Also I never said it's BETTER. At worst, it's equally as good as any Intel CPU. One is better at one thing, other at another. But when you draw a line, differences are tiny compared to how massive they were during Bulldozer era... It is better in terms of value for money, that's for sure. 1800X beating 6900K in some scenarios for half the money, that's a deal that's hard to refuse.


----------



## notb (Apr 9, 2017)

RejZoR said:


> I'm not talking about Ryzen being a minority, I'm talking about the entire timeframe from Bulldozer launch till Ryzen launch. AMD had nothing serious to offer and no one bothered with AMD.


When Bulldozer arrived it was also a new architecture that everyone was talking about for a while, but in the end it changed nothing.
Honestly, AMD today is repeating the same process - they bet that the world has changed and it's finally in need of more cores. But is it?



RejZoR said:


> With the amount of interest and existing sales, Ryzen is doing great despite all the nonsense panic by people running around about the "problems" with Ryzen.


What's your source on the sales figures?
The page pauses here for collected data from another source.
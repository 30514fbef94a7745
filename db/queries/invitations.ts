import { sql } from "kysely";
import type { Executor } from "../schema";
import type { ProjectRole } from "@/db/enums";


export async function insertInvitation(
  db: Executor,
  i: { projectId: string; email: string; role: ProjectRole; tokenHash: string; expiresAt: Date; invitedBy: string },
) {
  return db
    .insertInto("invitations")
    .values({
      project_id: i.projectId,
      email: i.email,
      role: i.role,
      token_hash: i.tokenHash,
      expires_at: i.expiresAt,
      invited_by: i.invitedBy,
    })
    .returning(["id", "expires_at as expiresAt"])
    .executeTakeFirstOrThrow();
}

/** The invitation a link points at, with its project and firm (no token hash in the result). */
export async function findInvitationByTokenHash(db: Executor, tokenHash: string) {
  return db
    .selectFrom("invitations")
    .innerJoin("projects", "projects.id", "invitations.project_id")
    .innerJoin("firms", "firms.id", "projects.firm_id")
    .leftJoin("users as inviter", "inviter.id", "invitations.invited_by")
    .select([
      "invitations.id",
      "invitations.project_id as projectId",
      "invitations.email",
      "invitations.role",
      "invitations.expires_at as expiresAt",
      "invitations.accepted_at as acceptedAt",
      "invitations.revoked_at as revokedAt",
      "invitations.invited_by as invitedBy",
      "projects.name as projectName",
      "projects.firm_id as firmId",
      "firms.name as firmName",
      "inviter.name as inviterName",
    ])
    .where("invitations.token_hash", "=", tokenHash)
    .executeTakeFirst();
}

/** Invitations of a project, newest first (no token hash). */
export async function listProjectInvitations(db: Executor, projectId: string) {
  return db
    .selectFrom("invitations")
    .leftJoin("users as inviter", "inviter.id", "invitations.invited_by")
    .leftJoin("users as acceptor", "acceptor.id", "invitations.accepted_by")
    .select([
      "invitations.id",
      "invitations.email",
      "invitations.role",
      "invitations.expires_at as expiresAt",
      "invitations.accepted_at as acceptedAt",
      "invitations.revoked_at as revokedAt",
      "invitations.created_at as createdAt",
      "inviter.name as inviterName",
      "acceptor.name as acceptorName",
    ])
    .where("invitations.project_id", "=", projectId)
    .orderBy("invitations.created_at", "desc")
    .execute();
}

/** Open invitations of a project for an address (pending: not accepted, not revoked, not expired). */
export async function findOpenInvitations(db: Executor, projectId: string, email: string) {
  return db
    .selectFrom("invitations")
    .select(["id", "role"])
    .where("project_id", "=", projectId)
    .where(sql`lower(email)`, "=", email.trim().toLowerCase())
    .where("accepted_at", "is", null)
    .where("revoked_at", "is", null)
    .where("expires_at", ">", sql<Date>`now()`)
    .execute();
}

/** Withdraw an open invitation of this project; returns its id, or undefined when none was open. */
export async function revokeInvitationRow(db: Executor, projectId: string, invitationId: string) {
  return db
    .updateTable("invitations")
    .set({ revoked_at: sql`now()` })
    .where("id", "=", invitationId)
    .where("project_id", "=", projectId)
    .where("accepted_at", "is", null)
    .where("revoked_at", "is", null)
    .returning(["id", "email", "role"])
    .executeTakeFirst();
}

/**
 * Spend the invitation: the one statement that decides whether the link still works, so two tabs
 * accepting at once cannot both succeed. Returns undefined when it was used, withdrawn or expired.
 */
export async function consumeInvitation(db: Executor, invitationId: string, userId: string) {
  return db
    .updateTable("invitations")
    .set({ accepted_at: sql`now()`, accepted_by: userId })
    .where("id", "=", invitationId)
    .where("accepted_at", "is", null)
    .where("revoked_at", "is", null)
    .where("expires_at", ">", sql<Date>`now()`)
    .returning(["id", "project_id as projectId", "role", "email"])
    .executeTakeFirst();
}

/** Delete invitations that expired unused more than `days` ago (the audit trail keeps the record). */
export async function deleteInvitationsExpiredBefore(db: Executor, days: number): Promise<number> {
  const r = await db
    .deleteFrom("invitations")
    .where("accepted_at", "is", null)
    .where("expires_at", "<", sql<Date>`now() - make_interval(days => ${days})`)
    .executeTakeFirst();
  return Number(r.numDeletedRows);
}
Are you and AMD insider or what?



RejZoR said:


> If I weren't on already capable system, I'd jump on Ryzen without much thinking.


I wonder if this is actually the case: people buying Ryzen without much thinking.
AMD says that Ryzen is a great all-round / gaming platform, but the attached graphs show video encoding performance.
AMD says that Ryzen is cheaper, but most current Intel CPU users don't have a dGPU - adding that to the equation changes everything.



RejZoR said:


> Also I never said it's BETTER. At worst, it's equally as good as any Intel CPU. One is better at one thing, other at another. But when you draw a line, differences are tiny compared to how massive they were during Bulldozer era... It is better in terms of value for money, that's for sure. 1800X beating 6900K in some scenarios for half the money, that's a deal that's hard to refuse.



It's *very easy to refuse* once you actually think about the price point. $500 for a CPU? That's way too much. It really doesn't matter if a $500 CPU is faster than another niche CPU costing $1000.

As for the Bulldozer: it launched after Sandy Bridge and was humiliated by the latter's single-thread performance.
5 years later Ryzen has actually matched SB's in single-thread and - because Intel hasn't shown a new architecture yet - is also fairly competitive against Kaby Lake.
Who knows what will happen next? Today Ryzen might seem like a good value, but in a year?
We know that Intel will show something new, while AMD will have to live with Zen for next few years.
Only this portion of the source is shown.